> [TASK PROMPT]
Go to the line holding "if let Some(tau)" in the entries below and write out exactly every line down to and including the line holding "logistic is self-started".

Start of EXTRACTED DATA

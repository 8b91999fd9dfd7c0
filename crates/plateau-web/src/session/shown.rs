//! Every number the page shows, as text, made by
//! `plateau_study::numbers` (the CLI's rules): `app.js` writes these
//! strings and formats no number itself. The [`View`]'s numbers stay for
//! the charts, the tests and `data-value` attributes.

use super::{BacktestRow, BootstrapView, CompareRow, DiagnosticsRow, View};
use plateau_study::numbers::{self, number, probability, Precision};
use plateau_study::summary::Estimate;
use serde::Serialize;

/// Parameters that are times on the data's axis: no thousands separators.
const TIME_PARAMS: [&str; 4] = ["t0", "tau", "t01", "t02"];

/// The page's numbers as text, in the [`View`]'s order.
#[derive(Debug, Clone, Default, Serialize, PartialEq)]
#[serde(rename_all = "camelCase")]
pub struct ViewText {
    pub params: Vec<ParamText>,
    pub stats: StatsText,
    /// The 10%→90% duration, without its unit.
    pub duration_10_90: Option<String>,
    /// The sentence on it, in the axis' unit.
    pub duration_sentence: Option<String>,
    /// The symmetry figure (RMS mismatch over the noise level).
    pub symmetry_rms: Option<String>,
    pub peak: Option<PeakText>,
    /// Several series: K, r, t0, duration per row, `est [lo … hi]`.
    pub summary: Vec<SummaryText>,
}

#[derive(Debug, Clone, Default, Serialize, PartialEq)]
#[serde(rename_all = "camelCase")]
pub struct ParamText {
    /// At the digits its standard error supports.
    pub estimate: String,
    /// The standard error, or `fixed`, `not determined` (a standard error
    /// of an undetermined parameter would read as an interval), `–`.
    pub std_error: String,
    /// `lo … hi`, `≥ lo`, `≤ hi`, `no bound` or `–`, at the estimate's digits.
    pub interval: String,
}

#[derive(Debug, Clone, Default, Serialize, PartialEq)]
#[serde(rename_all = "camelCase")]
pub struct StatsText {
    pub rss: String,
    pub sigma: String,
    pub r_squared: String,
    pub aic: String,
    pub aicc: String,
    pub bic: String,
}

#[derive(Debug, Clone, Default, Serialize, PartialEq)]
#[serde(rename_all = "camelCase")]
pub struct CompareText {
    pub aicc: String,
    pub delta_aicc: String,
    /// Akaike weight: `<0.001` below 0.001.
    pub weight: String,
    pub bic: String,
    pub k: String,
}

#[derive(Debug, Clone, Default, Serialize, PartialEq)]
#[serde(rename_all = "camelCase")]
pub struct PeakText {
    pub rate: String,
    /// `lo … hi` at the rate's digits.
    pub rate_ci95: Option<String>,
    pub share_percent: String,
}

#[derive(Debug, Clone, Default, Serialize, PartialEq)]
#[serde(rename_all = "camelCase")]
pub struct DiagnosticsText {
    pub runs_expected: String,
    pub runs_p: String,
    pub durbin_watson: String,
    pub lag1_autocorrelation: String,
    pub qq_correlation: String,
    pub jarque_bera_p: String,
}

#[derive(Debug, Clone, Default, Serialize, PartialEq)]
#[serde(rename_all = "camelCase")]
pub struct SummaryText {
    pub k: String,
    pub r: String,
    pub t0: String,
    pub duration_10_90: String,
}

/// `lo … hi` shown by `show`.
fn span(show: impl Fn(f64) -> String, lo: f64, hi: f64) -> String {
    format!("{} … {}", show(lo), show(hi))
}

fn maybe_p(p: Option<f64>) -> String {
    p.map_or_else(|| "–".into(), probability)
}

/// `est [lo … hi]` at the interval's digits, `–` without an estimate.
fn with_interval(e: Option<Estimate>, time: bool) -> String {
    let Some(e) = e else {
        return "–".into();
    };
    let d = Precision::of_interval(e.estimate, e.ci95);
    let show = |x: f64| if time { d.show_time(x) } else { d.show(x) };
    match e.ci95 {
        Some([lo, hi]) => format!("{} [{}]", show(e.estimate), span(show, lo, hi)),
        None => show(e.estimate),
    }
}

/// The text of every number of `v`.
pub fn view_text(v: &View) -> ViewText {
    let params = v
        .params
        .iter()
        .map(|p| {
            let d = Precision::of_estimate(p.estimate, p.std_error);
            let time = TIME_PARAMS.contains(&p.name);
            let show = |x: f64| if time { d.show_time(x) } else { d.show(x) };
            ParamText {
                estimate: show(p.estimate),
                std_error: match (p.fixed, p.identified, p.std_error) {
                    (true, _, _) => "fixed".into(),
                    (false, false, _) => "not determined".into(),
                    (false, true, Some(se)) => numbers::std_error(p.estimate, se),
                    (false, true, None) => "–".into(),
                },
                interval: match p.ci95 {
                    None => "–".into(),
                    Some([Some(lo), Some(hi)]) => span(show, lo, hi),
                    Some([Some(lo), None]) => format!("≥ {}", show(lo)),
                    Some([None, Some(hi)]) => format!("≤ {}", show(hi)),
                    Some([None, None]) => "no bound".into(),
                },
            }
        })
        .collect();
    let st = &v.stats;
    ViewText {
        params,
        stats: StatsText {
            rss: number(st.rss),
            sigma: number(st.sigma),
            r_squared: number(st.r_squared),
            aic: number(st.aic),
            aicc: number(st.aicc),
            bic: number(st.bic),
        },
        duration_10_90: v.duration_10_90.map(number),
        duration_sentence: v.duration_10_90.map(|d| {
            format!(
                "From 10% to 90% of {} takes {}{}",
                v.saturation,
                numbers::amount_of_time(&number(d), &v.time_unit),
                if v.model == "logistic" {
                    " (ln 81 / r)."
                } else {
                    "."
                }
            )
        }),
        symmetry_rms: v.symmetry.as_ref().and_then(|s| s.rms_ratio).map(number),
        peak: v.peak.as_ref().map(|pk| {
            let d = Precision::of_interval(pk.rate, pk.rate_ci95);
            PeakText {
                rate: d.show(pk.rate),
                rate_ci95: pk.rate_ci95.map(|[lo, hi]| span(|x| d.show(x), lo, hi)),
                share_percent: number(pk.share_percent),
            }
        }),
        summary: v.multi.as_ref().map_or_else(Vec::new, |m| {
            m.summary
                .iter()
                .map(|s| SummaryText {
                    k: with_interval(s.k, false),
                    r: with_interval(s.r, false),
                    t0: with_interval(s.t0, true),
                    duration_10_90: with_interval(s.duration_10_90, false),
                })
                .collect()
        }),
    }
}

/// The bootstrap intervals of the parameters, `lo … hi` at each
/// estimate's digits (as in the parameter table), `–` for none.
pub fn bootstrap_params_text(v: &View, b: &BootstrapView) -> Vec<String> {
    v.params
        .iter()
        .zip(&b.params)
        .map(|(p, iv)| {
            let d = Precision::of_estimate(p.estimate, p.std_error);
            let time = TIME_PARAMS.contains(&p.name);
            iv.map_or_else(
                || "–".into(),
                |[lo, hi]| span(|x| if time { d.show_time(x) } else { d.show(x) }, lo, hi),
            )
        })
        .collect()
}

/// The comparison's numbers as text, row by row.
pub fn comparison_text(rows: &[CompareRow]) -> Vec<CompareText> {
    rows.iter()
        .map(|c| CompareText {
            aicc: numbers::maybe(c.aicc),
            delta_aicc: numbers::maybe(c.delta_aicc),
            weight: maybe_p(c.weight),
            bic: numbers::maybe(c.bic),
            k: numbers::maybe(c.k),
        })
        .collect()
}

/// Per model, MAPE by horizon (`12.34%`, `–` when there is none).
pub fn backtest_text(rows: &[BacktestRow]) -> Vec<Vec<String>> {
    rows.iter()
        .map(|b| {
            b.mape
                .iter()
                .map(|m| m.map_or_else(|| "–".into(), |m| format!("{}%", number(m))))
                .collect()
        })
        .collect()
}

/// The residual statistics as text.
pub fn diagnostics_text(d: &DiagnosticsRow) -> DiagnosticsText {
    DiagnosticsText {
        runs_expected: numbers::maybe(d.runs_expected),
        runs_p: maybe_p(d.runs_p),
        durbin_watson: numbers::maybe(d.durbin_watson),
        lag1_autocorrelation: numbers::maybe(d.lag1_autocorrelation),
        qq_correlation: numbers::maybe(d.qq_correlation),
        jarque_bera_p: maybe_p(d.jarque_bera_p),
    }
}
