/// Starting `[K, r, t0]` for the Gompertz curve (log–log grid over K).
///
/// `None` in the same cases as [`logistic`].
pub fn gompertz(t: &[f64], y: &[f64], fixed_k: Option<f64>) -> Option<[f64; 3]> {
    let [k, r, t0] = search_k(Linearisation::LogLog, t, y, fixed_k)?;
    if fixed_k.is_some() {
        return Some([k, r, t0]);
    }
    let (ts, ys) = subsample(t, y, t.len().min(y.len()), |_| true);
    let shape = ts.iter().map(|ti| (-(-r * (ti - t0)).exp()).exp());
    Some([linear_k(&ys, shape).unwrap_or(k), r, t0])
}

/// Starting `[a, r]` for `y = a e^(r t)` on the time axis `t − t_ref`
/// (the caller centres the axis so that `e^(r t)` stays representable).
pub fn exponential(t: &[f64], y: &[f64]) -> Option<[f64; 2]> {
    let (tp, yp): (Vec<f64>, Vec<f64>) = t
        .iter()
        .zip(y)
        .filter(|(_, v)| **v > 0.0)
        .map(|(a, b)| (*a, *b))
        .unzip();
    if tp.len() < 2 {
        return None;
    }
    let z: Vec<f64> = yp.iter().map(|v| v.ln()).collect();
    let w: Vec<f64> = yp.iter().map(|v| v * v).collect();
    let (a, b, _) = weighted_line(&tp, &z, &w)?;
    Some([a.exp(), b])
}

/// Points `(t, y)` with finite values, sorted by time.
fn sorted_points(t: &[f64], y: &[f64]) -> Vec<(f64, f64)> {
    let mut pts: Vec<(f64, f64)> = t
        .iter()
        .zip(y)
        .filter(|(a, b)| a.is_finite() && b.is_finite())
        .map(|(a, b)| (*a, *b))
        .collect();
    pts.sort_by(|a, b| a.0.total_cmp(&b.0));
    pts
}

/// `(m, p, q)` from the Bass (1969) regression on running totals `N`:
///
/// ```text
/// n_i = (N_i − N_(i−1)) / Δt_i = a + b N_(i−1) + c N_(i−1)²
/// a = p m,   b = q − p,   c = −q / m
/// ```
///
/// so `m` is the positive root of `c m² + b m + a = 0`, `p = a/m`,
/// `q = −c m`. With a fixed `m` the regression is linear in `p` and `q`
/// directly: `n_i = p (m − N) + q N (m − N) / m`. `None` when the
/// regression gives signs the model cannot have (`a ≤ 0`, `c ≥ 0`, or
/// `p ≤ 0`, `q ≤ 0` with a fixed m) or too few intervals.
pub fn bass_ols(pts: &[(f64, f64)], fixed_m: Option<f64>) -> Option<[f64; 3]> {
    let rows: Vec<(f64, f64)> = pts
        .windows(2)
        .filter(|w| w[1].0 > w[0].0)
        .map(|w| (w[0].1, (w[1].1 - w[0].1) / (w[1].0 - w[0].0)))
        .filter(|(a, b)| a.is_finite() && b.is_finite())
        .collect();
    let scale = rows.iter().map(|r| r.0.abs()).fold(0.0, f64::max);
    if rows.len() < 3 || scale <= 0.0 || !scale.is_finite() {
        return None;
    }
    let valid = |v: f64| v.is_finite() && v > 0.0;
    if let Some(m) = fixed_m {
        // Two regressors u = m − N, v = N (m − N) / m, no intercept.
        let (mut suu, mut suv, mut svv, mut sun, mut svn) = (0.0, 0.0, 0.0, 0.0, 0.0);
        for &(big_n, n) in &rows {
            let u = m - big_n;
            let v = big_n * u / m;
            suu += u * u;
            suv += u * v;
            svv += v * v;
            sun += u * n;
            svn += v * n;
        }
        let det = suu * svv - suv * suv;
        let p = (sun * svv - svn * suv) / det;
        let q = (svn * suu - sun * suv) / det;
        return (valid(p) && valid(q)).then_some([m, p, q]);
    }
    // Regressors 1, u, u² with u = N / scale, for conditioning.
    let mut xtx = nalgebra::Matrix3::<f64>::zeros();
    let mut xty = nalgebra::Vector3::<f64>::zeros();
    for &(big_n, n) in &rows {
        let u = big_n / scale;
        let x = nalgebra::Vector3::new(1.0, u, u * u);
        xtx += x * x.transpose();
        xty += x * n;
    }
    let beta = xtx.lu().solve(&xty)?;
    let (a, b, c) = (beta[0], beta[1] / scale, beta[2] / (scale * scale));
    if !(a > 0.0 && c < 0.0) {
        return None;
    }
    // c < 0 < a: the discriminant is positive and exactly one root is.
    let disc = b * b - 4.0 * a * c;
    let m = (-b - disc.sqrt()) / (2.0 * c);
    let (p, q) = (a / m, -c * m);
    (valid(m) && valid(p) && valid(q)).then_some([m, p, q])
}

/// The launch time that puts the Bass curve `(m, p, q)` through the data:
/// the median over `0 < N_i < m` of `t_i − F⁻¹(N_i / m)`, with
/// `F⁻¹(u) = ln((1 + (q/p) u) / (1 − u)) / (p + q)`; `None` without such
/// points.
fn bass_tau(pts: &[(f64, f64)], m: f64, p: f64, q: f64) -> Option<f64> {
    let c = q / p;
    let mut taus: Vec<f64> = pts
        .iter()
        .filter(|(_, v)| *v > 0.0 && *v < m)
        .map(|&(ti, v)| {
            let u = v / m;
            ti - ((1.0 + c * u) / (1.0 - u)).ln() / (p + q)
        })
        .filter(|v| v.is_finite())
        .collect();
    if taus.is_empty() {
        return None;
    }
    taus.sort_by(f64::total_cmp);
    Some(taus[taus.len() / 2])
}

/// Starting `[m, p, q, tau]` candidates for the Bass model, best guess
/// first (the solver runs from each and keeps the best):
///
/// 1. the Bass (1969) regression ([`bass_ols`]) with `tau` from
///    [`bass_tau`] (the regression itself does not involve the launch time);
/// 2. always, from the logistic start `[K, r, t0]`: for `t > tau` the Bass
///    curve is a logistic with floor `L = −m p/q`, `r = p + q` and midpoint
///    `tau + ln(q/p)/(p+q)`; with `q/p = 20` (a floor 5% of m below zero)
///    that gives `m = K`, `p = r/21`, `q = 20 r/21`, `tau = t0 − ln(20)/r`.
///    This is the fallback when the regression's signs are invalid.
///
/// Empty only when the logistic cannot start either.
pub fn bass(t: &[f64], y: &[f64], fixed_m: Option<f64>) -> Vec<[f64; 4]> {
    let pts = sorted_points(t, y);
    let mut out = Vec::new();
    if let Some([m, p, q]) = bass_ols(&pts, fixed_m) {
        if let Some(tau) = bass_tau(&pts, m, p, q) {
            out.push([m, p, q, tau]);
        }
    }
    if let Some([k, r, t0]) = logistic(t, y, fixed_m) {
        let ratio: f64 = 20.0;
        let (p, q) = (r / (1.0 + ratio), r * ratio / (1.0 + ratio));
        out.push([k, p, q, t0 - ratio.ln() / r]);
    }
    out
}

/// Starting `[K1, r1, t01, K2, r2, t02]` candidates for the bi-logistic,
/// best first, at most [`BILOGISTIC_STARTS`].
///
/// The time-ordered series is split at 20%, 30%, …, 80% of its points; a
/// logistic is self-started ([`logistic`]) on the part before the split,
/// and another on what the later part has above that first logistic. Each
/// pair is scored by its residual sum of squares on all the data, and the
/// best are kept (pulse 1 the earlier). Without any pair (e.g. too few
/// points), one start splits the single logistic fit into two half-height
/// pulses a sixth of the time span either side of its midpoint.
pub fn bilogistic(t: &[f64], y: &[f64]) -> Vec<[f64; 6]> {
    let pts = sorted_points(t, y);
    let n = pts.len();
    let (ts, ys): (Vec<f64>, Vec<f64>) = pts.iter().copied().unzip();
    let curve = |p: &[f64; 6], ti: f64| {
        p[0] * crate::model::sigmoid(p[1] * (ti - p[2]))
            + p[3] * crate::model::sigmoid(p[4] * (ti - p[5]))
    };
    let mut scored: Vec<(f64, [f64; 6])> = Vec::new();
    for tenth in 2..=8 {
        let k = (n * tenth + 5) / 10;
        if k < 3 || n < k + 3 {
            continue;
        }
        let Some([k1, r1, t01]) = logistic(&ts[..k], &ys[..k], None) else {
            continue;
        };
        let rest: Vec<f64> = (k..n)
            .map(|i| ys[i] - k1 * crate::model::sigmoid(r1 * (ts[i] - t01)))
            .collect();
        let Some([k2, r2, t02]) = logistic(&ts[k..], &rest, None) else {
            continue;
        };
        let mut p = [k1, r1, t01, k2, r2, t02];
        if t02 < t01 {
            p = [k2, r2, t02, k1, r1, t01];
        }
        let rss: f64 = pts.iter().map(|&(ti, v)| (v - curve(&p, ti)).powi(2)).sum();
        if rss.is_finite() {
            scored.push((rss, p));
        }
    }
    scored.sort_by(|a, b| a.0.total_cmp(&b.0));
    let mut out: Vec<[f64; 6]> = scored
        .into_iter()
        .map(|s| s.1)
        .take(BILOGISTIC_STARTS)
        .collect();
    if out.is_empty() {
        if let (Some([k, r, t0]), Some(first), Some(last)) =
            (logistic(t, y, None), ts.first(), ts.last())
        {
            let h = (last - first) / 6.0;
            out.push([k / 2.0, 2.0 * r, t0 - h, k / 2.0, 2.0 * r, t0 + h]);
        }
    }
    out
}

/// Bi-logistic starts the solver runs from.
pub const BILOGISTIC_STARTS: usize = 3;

End of EXTRACTED DATA

> [EXERCISE SOLUTION]
        if let Some(tau) = bass_tau(&pts, m, p, q) {
            out.push([m, p, q, tau]);
        }
    }
    if let Some([k, r, t0]) = logistic(t, y, fixed_m) {
        let ratio: f64 = 20.0;
        let (p, q) = (r / (1.0 + ratio), r * ratio / (1.0 + ratio));
        out.push([k, p, q, t0 - ratio.ln() / r]);
    }
    out
}

/// Starting `[K1, r1, t01, K2, r2, t02]` candidates for the bi-logistic,
/// best first, at most [`BILOGISTIC_STARTS`].
///
/// The time-ordered series is split at 20%, 30%, …, 80% of its points; a
/// logistic is self-started ([`logistic`]) on the part before the split,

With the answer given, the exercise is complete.